[Collected data entries]
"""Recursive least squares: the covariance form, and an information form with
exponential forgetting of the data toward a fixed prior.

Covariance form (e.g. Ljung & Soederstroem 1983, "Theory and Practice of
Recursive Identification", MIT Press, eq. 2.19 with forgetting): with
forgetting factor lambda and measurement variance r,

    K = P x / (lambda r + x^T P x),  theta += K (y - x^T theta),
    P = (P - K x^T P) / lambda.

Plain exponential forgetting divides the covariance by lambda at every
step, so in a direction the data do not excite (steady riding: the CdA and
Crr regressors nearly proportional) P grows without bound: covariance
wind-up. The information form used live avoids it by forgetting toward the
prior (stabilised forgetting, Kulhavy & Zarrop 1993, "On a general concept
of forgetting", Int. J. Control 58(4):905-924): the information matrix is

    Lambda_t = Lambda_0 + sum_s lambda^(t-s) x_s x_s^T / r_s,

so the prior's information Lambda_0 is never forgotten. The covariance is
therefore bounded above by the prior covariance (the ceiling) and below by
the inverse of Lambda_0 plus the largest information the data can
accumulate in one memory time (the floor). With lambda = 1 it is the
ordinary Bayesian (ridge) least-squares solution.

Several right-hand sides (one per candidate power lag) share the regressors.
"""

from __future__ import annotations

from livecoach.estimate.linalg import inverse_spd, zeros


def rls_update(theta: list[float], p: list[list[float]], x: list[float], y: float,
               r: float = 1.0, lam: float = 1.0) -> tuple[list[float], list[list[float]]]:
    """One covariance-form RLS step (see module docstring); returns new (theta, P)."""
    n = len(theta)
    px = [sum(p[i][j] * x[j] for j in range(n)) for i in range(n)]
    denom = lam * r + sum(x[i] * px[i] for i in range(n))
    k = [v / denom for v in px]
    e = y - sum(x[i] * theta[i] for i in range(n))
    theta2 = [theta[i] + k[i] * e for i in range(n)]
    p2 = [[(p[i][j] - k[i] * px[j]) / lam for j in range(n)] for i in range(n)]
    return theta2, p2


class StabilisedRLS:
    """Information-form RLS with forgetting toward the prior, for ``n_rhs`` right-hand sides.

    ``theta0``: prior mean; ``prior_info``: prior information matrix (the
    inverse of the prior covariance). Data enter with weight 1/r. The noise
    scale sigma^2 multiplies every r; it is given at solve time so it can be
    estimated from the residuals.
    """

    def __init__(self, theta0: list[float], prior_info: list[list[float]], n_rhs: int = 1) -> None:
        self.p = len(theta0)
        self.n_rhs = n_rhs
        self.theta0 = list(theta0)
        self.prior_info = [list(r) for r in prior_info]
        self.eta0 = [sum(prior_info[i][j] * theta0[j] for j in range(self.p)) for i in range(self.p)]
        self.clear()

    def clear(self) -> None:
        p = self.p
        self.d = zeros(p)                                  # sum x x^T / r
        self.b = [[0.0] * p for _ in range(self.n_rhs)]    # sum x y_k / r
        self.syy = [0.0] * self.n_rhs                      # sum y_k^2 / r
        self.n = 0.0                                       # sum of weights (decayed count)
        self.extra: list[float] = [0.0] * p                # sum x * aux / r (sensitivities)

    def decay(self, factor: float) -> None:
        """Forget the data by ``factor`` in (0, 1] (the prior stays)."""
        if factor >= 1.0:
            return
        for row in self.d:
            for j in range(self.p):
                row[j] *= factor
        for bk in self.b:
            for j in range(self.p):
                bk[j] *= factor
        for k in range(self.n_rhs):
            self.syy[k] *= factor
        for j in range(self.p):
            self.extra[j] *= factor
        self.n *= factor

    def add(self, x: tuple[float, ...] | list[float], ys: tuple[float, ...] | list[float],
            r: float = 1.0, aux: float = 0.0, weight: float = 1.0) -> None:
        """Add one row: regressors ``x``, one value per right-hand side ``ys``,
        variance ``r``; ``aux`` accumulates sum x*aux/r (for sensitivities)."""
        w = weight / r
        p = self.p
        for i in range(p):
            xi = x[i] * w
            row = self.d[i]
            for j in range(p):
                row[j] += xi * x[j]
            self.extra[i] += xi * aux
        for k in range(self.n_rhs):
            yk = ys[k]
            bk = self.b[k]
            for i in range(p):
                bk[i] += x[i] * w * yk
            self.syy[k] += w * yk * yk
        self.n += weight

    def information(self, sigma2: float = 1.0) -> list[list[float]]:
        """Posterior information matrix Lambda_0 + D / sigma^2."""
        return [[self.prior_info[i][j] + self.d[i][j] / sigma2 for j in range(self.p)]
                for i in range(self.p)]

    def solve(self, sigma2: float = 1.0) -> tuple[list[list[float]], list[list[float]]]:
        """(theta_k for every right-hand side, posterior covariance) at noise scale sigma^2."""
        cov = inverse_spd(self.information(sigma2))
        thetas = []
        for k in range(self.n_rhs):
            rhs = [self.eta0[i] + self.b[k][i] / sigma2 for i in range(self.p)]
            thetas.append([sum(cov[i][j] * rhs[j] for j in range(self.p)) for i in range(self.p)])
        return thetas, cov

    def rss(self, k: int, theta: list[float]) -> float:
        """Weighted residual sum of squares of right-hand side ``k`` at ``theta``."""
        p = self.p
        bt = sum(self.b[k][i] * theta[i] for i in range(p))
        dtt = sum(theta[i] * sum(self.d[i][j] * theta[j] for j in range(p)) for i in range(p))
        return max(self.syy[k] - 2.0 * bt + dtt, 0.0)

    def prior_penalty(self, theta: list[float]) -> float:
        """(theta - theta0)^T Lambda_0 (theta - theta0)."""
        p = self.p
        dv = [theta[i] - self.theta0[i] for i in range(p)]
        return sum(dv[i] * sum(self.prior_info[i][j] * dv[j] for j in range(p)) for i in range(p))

### YOUR TASK
Could you restate word for word the lines above, from the one that contains "return theta2, p2" through the one that contains "bk[j] *= factor", and no others?

### RESPONSE TO THE TASK
    return theta2, p2


class StabilisedRLS:
    """Information-form RLS with forgetting toward the prior, for ``n_rhs`` right-hand sides.

    ``theta0``: prior mean; ``prior_info``: prior information matrix (the
    inverse of the prior covariance). Data enter with weight 1/r. The noise
    scale sigma^2 multiplies every r; it is given at solve time so it can be
    estimated from the residuals.
    """

    def __init__(self, theta0: list[float], prior_info: list[list[float]], n_rhs: int = 1) -> None:
        self.p = len(theta0)
        self.n_rhs = n_rhs
        self.theta0 = list(theta0)
        self.prior_info = [list(r) for r in prior_info]
        self.eta0 = [sum(prior_info[i][j] * theta0[j] for j in range(self.p)) for i in range(self.p)]
        self.clear()

    def clear(self) -> None:
        p = self.p
        self.d = zeros(p)                                  # sum x x^T / r
        self.b = [[0.0] * p for _ in range(self.n_rhs)]    # sum x y_k / r
        self.syy = [0.0] * self.n_rhs                      # sum y_k^2 / r
        self.n = 0.0                                       # sum of weights (decayed count)
        self.extra: list[float] = [0.0] * p                # sum x * aux / r (sensitivities)

    def decay(self, factor: float) -> None:
        """Forget the data by ``factor`` in (0, 1] (the prior stays)."""
        if factor >= 1.0:
            return
        for row in self.d:
            for j in range(self.p):
                row[j] *= factor
        for bk in self.b:
            for j in range(self.p):
                bk[j] *= factor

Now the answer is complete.